Saturday, June 8, 2024

Salvation Timing

 




For in grace, through faith, are you saved, and this is not out of you; it is Gods approach present, not of works, lest anyone should be boasting.

Paul to the Ephesians 2: 8-9, Concordant New Testament 


In the days before my mother passed, I struggled with the thought that she would not spend her eternity with the Lord.  Yes, I knew that that knew and loved the Lord, but several years in assisted care had changed her.  Her moods, and often her words, were now governed by the medications she was receiving.  The way I saw it, I was in a race against time to get my mother to affirm her faith in the Lord.  I read her passages from the scripture.  I invited her friends from her former church to visit her.  All of this, I was certain, would convince God that she knew Him.  I wanted my eternity to include her as well.  Still living under the paradigm of the mainstream church, I believed that sin was still a glaring issue I needed to deal with.  Since God had no tolerance for sinners, I desperately tried to work my mother into His eternity.  I had heard the stories of the death bed confessions of those who had come to Jesus in the final hours of their lives.  I knew that my mothers health was failing, and I knew that I was in a race against time to get her saved.  I never once gave thought to the truth that God has never given us a timer for our salvation, only a route which we need to take.  Jesus has proclaimed that He is the route to the Father {Johns Account 14:6}.  But the finality of death seems to start the clock ticking in our human conscious.  After all, can we come to Jesus after we're dead?  The very idea seems outlandish enough to get any Christian booted from their church for speaking blasphemies.  But ask yourself one important question, is God ABLE to save one who did not know Him in life?  I would say that our loving Father is certainly capable of that.  Next question, would you think that the God would DESIRE that one who did not know Him in life be saved?  Again, I would answer in the affirmative.  The apostle John tells us that Jesus was dispatched to the world not to condemn, but that the world would be saved through Him {Johns Account 3:16-17}.  Am I to understand that the same God that loved me first {First Epistle of John 4:10} and created me in His image would suddenly lose His love and affection for me?  I don't believe that for a minute.  If anything, I think we've been sold a false narrative.  
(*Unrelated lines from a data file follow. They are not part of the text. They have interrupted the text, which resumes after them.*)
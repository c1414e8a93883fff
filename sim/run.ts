/**
 * `runCircuit(file, { variant })`: the document the headless command prints for one circuit file (already parsed
 * from JSON). Throws `SimError` on bad input.
 */
import { simulate } from "./analyses/simulate";
import type { OutputDocument } from "./results";
import { type RunOptions, runWith } from "./runner";

export type { RunOptions } from "./runner";

export function runCircuit(file: unknown, options: RunOptions = {}): OutputDocument {
  return runWith(simulate, file, options);
}
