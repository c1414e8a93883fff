import { spawn } from "node:child_process";
import { mkdtempSync, readFileSync, rmSync, writeFileSync } from "node:fs";
import { tmpdir } from "node:os";
import path from "node:path";
import { afterAll, describe, expect, it } from "vitest";
import { followerFile, type TestPart } from "./circuit/test-files";

const TSX = path.resolve("node_modules/.bin/tsx");
const CLI = path.resolve("sim/cli.ts");
const dir = mkdtempSync(path.join(tmpdir(), "backplate-cli-"));
/** Each run starts tsx and loads mathjs; on a busy two-core machine that takes seconds. */
const CLI_TIMEOUT_MS = 180_000;

interface Run {
  status: number | null;
  stdout: string;
  stderr: string;
}

function cli(...args: string[]): Promise<Run> {
  return new Promise((resolve, reject) => {
    const child = spawn(TSX, [CLI, ...args], { stdio: ["ignore", "pipe", "pipe"] });
    let stdout = "";
    let stderr = "";
    child.stdout.on("data", (chunk) => {
      stdout += chunk;
    });
    child.stderr.on("data", (chunk) => {
      stderr += chunk;
    });
    child.on("error", reject);
    child.on("close", (status) => resolve({ status, stdout, stderr }));
  });
}

let fileCount = 0;
function write(content: unknown): string {
  fileCount += 1;
  const file = path.join(dir, `circuit-${fileCount}.json`);
  writeFileSync(file, typeof content === "string" ? content : JSON.stringify(content, null, 2));
  return file;
}

function withParts(edit: (parts: TestPart[]) => TestPart[], overrides: Record<string, unknown> = {}) {
  const file = followerFile(overrides);
  return { ...file, parts: edit(structuredClone(file.parts as TestPart[])) };
}

/** Runs the command on a bad file and returns the error object, checking the exit status and the clean output. */
async function errorOf(...args: string[]) {
  const run = await cli(...args);
  expect(run.status).toBe(2);
  expect(run.stderr).not.toMatch(/\bat .*\.ts:\d+/); // no stack trace
  const document = JSON.parse(run.stdout);
  expect(Object.keys(document)).toEqual(["error"]);
  return document.error as { code: string; message: string; part?: string; net?: string };
}

afterAll(() => rmSync(dir, { recursive: true, force: true }));

describe("the headless command", { timeout: CLI_TIMEOUT_MS }, () => {
  it("prints one JSON document for the demo microphone", async () => {
    const run = await cli("sim/examples/demo-microphone.json");
    expect(run.status).toBe(0);
    const document = JSON.parse(run.stdout);
    // the demo file asks for op, ac and noise (contract: keys of analyses that did not run are absent)
    expect(Object.keys(document)).toEqual(["op", "ac", "noise", "figures"]);
    expect(typeof document.figures.self_noise_dba_spl).toBe("number");
    expect(document.op.parts.J1.region).toBe("saturation");
    expect(document.ac.frequency[0]).toBe(1);
    expect(document.ac.frequency.at(-1)).toBe(100_000);
    expect(run.stdout).not.toMatch(/NaN|Infinity/);
  });

  it("applies --variant", async () => {
    const [base, hot] = await Promise.all([
      cli("sim/examples/demo-microphone.json"),
      cli("sim/examples/demo-microphone.json", "--variant", "hotter bias"),
    ]);
    expect(JSON.parse(hot.stdout).op.nets.pol).toBe(80);
    expect(JSON.parse(base.stdout).op.nets.pol).toBe(60);
  });

  it("prints the sweep of a file that asks for one", async () => {
    const run = await cli("sim/examples/bench-rc-divider.json");
    expect(run.status).toBe(0);
    expect(JSON.parse(run.stdout).sweep.map((p: { value: number }) => p.value)).toEqual([4700, 10_000, 22_000]);
  });

  it("prints usage for --help", async () => {
    const run = await cli("--help");
    expect(run.status).toBe(0);
    expect(run.stdout).toMatch(/^Usage: npm run --silent sim -- FILE\.json \[--variant NAME\]/);
  });

  it("rejects a missing file argument, an unknown flag and an unreadable file", async () => {
    const [missing, unknown, unreadable] = await Promise.all([
      errorOf(),
      errorOf("sim/examples/demo-microphone.json", "--gate"),
      errorOf(path.join(dir, "does-not-exist.json")),
    ]);
    expect(missing.code).toBe("invalid_arguments");
    expect(unknown.code).toBe("invalid_arguments");
    expect(unknown.message).toContain("Unknown option --gate");
    expect(unreadable.code).toBe("unreadable_file");
  });

  it("reports malformed JSON with its line and column", async () => {
    const error = await errorOf(write('{\n  "format": "backplate/circuit",\n  "version": 1,,\n}'));
    expect(error.code).toBe("malformed_json");
    expect(error.message).toMatch(/line 3, column 16/);
  });

  it("reports each bad circuit with its code, part and net", async () => {
    const replace = (id: string, change: (p: TestPart) => TestPart) => (parts: TestPart[]) =>
      parts.map((p) => (p.id === id ? change(p) : p));
    const cases: [unknown, string, { part?: string; net?: string }][] = [
      [withParts(replace("C1", (p) => ({ ...p, kind: "capacitr" }))), "unknown_kind", { part: "C1" }],
      [withParts(replace("C1", (p) => ({ ...p, pins: { a: "dia", b: "g", x: "0" } }))), "unknown_pin", { part: "C1" }],
      [withParts(replace("J1", (p) => ({ ...p, pins: { d: "vdd", g: "g" } }))), "missing_pin", { part: "J1" }],
      [withParts(replace("C1", (p) => ({ ...p, values: { capacitance: "4k7x" } }))), "invalid_value", { part: "C1" }],
      [withParts(replace("C1", (p) => ({ ...p, values: { capacitance: "50 pH" } }))), "wrong_unit", { part: "C1" }],
      [withParts((parts) => parts.filter((p) => p.id !== "R1")), "no_dc_path", { net: "dia" }],
      [
        withParts((parts) => [...parts, { id: "V3", kind: "vsource", pins: { p: "vdd", n: "0" }, values: { dc: 9 } }]),
        "source_loop",
        { part: "V3" },
      ],
      [
        withParts((parts) => [...parts, { id: "V4", kind: "vsource", pins: { p: "s", n: "s" } }]),
        "shorted_source",
        { part: "V4", net: "s" },
      ],
      [followerFile({ output: { plus: "outt", minus: "0" } }), "unknown_output_net", { net: "outt" }],
    ];
    const errors = await Promise.all(cases.map(([file]) => errorOf(write(file))));
    errors.forEach((error, i) => {
      const [, code, where] = cases[i];
      expect(error.code).toBe(code);
      expect(error).toMatchObject(where);
      expect(error.message.length).toBeGreaterThan(20);
    });
  });

  it("reports an unknown variant", async () => {
    const error = await errorOf("sim/examples/demo-microphone.json", "--variant", "colder");
    expect(error.code).toBe("unknown_variant");
    expect(error.message).toContain('"hotter bias"');
  });

  it("reads the examples it ships", () => {
    expect(JSON.parse(readFileSync("sim/examples/demo-microphone.json", "utf8")).format).toBe("backplate/circuit");
  });
});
For the Son of mankind came to seek and to save the lost 

Lukes Account 19: 10, Concordant New Testament 


There is a finality with the teaching of the mainstream institutional church.  That is the moment of our passing from this world unto the next.  Everything we do leads up to this point in time.  There are things we definitely need to accomplish before that happens.  The mending of relationships and making ourselves "Right" with Jesus.  People spend a good deal of time in pursuit of these goals.  Yet, since nobody knows the day and the hour of their passing, we often struggle with the idea that we need to be "Good enough" for the Lord to accept into heaven.  In my mothers case, I struggled with the idea that my behaviors would somehow have an impact on her eternity with Him.  Not only did I need to convince her of the Lords love, but I needed to mind my own house as well.  That's a lot of pressure to put upon anyone.  And it's totally unnecessary.  It has never been up to me who does and does not join God in heaven.  In fact, the very issue of our salvation is determined by God Himself.  It is by His grace that we are forgiven {Titus 3:5}.  Everything that I am is because of the Father.  He created me {Genesis 1:27}.  He made me a living soul {Genesis 2:7}.  He dispatched His Son to become to take my place on the cross {Paul to the Corinthians (2) 5:21}.  All which the Father has done is to give me life and not death.  Our passing from this world is not the end of our story, but the beginning.  The night before my mother passed I sat with her as she slept.  I remembered how she used to love the old Promise Keepers men's choir.  As I softly sang the beginning chorus of Amazing Grace, I felt her squeezing my hand.  I knew in my heart that God was welcoming his daughter home.